* [PROBLEM TO SOLVE]
Write the records out again. Match them exactly.
==============================
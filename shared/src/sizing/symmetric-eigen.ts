/** Eigenvalues of a symmetric matrix, falling, and the eigenvector of each as a row. */
export interface SymmetricEigen {
  values: number[];
  vectors: number[][];
}

const sweepsMax = 50;

/**
 * Eigenvalues and eigenvectors of a small symmetric matrix by Jacobi's rotations.
 *
 * @param matrix row by row; its lower triangle counts
 * @source C. G. J. Jacobi (1846), J. reine angew. Math. 30:51–94; as in G. H. Golub and C. F. Van Loan, "Matrix
 * Computations", section 8.5 (from memory)
 * @example symmetricEigen([[100, 30], [30, 20]]).values // [110, 10]
 */
export function symmetricEigen(matrix: readonly (readonly number[])[]): SymmetricEigen {
  const n = matrix.length;
  const a = matrix.map((_, i) => matrix.map((__, j) => matrix[Math.max(i, j)]![Math.min(i, j)]!));
  const vectors = a.map((_, i) => a.map((__, j) => (i === j ? 1 : 0)));
  const scale = Math.max(...a.flat().map(Math.abs));
  for (let sweep = 0; sweep < sweepsMax && offDiagonal(a) > 1e-15 * scale; sweep += 1) {
    for (let p = 0; p < n; p += 1) for (let q = p + 1; q < n; q += 1) rotate(a, vectors, p, q);
  }
  const order = a.map((_, i) => i).sort((i, j) => a[j]![j]! - a[i]![i]!);
  return { values: order.map((i) => a[i]![i]!), vectors: order.map((i) => vectors[i]!) };
}

function offDiagonal(a: readonly (readonly number[])[]): number {
  return Math.max(0, ...a.flatMap((row, i) => row.slice(0, i).map(Math.abs)));
}

/** Turns the plane of two axes so that they no longer mix. */
function rotate(a: number[][], vectors: number[][], p: number, q: number): void {
  const mixed = a[p]![q]!;
  if (mixed === 0) return;
  const half = (a[q]![q]! - a[p]![p]!) / (2 * mixed);
  const t = (half >= 0 ? 1 : -1) / (Math.abs(half) + Math.hypot(half, 1));
  const c = 1 / Math.hypot(t, 1);
  const s = t * c;
  for (const row of a) turn(row, p, q, c, s);
  turnRows(a, p, q, c, s);
  turnRows(vectors, p, q, c, s);
}

function turn(row: number[], p: number, q: number, c: number, s: number): void {
  const [x, y] = [row[p]!, row[q]!];
  row[p] = c * x - s * y;
  row[q] = s * x + c * y;
}

function turnRows(rows: number[][], p: number, q: number, c: number, s: number): void {
  const [x, y] = [[...rows[p]!], [...rows[q]!]];
  rows[p] = x.map((value, i) => c * value - s * y[i]!);
  rows[q] = x.map((value, i) => s * value + c * y[i]!);
}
==============================
* [EXERCISE RESULT]
filename shared/src/sizing/symmetric-eigen.ts
/** Eigenvalues of a symmetric matrix, falling, and the eigenvector of each as a row. */
export interface SymmetricEigen {
  values: number[];
  vectors: number[][];
}

const sweepsMax = 50;

/**
 * Eigenvalues and eigenvectors of a small symmetric matrix by Jacobi's rotations.
 *
 * @param matrix row by row; its lower triangle counts
 * @source C. G. J. Jacobi (1846), J. reine angew. Math. 30:51–94; as in G. H. Golub and C. F. Van Loan, "Matrix
 * Computations", section 8.5 (from memory)
 * @example symmetricEigen([[100, 30], [30, 20]]).values // [110, 10]
 */
export function symmetricEigen(matrix: readonly (readonly number[])[]): SymmetricEigen {
  const n = matrix.length;
  const a = matrix.map((_, i) => matrix.map((__, j) => matrix[Math.max(i, j)]![Math.min(i, j)]!));
  const vectors = a.map((_, i) => a.map((__, j) => (i === j ? 1 : 0)));
  const scale = Math.max(...a.flat().map(Math.abs));
  for (let sweep = 0; sweep < sweepsMax && offDiagonal(a) > 1e-15 * scale; sweep += 1) {
    for (let p = 0; p < n; p += 1) for (let q = p + 1; q < n; q += 1) rotate(a, vectors, p, q);
  }
  const order = a.map((_, i) => i).sort((i, j) => a[j]![j]! - a[i]![i]!);
  return { values: order.map((i) => a[i]![i]!), vectors: order.map((i) => vectors[i]!) };
}

function offDiagonal(a: readonly (readonly number[])[]): number {
  return Math.max(0, ...a.flatMap((row, i) => row.slice(0, i).map(Math.abs)));
}

/** Turns the plane of two axes so that they no longer mix. */
function rotate(a: number[][], vectors: number[][], p: number, q: number): void {
  const mixed = a[p]![q]!;
  if (mixed === 0) return;
  const half = (a[q]![q]! - a[p]![p]!) / (2 * mixed);
  const t = (half >= 0 ? 1 : -1) / (Math.abs(half) + Math.hypot(half, 1));
  const c = 1 / Math.hypot(t, 1);
  const s = t * c;
  for (const row of a) turn(row, p, q, c, s);
  turnRows(a, p, q, c, s);
  turnRows(vectors, p, q, c, s);
}

function turn(row: number[], p: number, q: number, c: number, s: number): void {
  const [x, y] = [row[p]!, row[q]!];
  row[p] = c * x - s * y;
  row[q] = s * x + c * y;
}

function turnRows(rows: number[][], p: number, q: number, c: number, s: number): void {
  const [x, y] = [[...rows[p]!], [...rows[q]!]];
  rows[p] = x.map((value, i) => c * value - s * y[i]!);
  rows[q] = x.map((value, i) => s * value + c * y[i]!);
}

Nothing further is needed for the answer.